═════ WORKING DATA ═════

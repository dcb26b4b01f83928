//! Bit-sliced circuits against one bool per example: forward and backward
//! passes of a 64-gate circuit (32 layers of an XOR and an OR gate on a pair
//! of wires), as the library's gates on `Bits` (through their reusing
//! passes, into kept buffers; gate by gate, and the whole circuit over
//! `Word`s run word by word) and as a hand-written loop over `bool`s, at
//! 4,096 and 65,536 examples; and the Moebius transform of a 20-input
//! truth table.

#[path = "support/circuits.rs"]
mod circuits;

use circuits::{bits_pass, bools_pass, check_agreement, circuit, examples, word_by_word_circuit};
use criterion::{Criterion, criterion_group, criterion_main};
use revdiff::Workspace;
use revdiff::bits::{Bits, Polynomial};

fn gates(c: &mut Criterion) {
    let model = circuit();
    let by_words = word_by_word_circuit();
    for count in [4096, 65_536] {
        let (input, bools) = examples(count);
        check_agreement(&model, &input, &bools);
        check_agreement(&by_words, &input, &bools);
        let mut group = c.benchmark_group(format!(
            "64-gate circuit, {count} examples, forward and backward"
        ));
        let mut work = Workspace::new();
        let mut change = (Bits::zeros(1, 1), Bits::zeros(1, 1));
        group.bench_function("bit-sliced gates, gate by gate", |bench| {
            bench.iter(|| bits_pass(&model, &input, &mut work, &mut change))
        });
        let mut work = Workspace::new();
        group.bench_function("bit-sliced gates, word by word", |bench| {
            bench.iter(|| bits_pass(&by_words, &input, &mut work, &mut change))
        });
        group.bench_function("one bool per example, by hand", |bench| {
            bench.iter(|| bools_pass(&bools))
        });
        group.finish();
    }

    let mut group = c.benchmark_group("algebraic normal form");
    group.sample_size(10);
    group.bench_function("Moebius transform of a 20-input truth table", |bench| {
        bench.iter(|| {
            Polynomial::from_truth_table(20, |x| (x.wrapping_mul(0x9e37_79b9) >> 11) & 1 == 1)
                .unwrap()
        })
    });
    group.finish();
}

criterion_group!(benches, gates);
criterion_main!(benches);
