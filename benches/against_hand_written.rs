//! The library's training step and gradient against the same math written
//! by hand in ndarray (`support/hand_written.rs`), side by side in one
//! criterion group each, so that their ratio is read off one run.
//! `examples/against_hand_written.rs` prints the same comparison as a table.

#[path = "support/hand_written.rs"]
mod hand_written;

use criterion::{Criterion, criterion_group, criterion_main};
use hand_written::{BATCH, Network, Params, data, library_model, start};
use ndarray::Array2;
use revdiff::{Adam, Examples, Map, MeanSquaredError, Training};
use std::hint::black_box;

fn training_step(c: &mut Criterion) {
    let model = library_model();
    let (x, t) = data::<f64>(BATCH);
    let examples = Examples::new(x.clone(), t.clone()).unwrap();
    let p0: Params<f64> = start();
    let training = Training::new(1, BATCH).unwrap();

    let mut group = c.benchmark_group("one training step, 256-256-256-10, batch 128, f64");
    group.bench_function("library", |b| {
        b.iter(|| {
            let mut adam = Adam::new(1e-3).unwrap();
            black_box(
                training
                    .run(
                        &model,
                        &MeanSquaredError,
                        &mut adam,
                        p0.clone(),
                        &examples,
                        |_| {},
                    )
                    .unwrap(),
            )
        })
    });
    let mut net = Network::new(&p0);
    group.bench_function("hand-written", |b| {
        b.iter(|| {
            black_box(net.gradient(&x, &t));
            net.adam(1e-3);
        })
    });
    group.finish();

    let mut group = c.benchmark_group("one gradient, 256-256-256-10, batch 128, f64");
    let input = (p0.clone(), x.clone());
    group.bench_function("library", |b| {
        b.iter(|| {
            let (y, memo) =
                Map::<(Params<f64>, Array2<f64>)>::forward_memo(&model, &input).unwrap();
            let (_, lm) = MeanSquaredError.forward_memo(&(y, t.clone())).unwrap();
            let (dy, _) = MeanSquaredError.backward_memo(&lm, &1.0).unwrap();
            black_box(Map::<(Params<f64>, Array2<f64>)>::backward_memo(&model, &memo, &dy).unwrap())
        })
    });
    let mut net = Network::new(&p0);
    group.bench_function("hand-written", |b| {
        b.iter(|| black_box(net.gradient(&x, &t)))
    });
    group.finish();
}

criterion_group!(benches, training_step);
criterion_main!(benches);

═════
═════ WORKING DATA ═════

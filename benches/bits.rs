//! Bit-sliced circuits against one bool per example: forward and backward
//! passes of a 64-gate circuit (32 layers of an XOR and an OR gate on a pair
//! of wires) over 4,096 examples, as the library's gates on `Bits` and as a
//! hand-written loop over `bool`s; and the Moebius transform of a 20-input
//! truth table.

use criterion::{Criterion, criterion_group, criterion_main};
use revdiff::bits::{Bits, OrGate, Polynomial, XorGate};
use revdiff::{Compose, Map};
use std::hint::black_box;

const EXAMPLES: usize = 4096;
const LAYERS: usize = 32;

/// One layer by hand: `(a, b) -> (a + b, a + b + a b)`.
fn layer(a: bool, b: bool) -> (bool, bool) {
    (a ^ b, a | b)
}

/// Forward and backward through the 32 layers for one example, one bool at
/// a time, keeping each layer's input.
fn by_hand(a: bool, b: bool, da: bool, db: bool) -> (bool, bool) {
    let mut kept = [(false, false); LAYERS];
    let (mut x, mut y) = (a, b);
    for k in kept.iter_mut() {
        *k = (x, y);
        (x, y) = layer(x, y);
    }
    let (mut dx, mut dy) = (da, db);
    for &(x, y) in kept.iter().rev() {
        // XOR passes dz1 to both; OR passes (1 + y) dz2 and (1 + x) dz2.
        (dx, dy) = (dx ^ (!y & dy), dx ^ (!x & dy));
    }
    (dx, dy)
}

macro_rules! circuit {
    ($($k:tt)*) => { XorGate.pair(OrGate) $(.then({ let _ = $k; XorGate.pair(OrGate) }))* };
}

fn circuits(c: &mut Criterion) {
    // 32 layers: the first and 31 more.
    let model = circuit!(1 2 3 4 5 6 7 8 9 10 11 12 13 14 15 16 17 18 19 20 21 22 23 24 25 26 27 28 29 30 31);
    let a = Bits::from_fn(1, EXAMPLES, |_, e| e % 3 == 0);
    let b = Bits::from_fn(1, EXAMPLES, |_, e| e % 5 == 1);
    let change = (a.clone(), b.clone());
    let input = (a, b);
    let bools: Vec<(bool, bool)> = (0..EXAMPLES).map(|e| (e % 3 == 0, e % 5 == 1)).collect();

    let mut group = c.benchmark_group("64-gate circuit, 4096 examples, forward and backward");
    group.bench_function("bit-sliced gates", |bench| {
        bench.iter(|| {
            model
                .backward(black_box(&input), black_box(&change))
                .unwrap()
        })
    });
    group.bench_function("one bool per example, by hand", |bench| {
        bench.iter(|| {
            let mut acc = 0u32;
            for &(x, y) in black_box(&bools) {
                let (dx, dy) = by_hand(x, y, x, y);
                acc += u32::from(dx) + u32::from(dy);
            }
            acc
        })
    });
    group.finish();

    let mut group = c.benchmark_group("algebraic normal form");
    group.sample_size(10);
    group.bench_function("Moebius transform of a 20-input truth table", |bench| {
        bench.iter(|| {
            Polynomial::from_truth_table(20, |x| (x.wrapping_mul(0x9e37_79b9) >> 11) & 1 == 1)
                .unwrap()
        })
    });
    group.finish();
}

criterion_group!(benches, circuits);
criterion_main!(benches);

═════

TASK GOAL: Note each line of the entries that has "Params" in it, and copy those lines.

SOLUTION:
use hand_written::{BATCH, Network, Params, data, library_model, start};
    let p0: Params<f64> = start();
                Map::<(Params<f64>, Array2<f64>)>::forward_memo(&model, &input).unwrap();
            black_box(Map::<(Params<f64>, Array2<f64>)>::backward_memo(&model, &memo, &dy).unwrap())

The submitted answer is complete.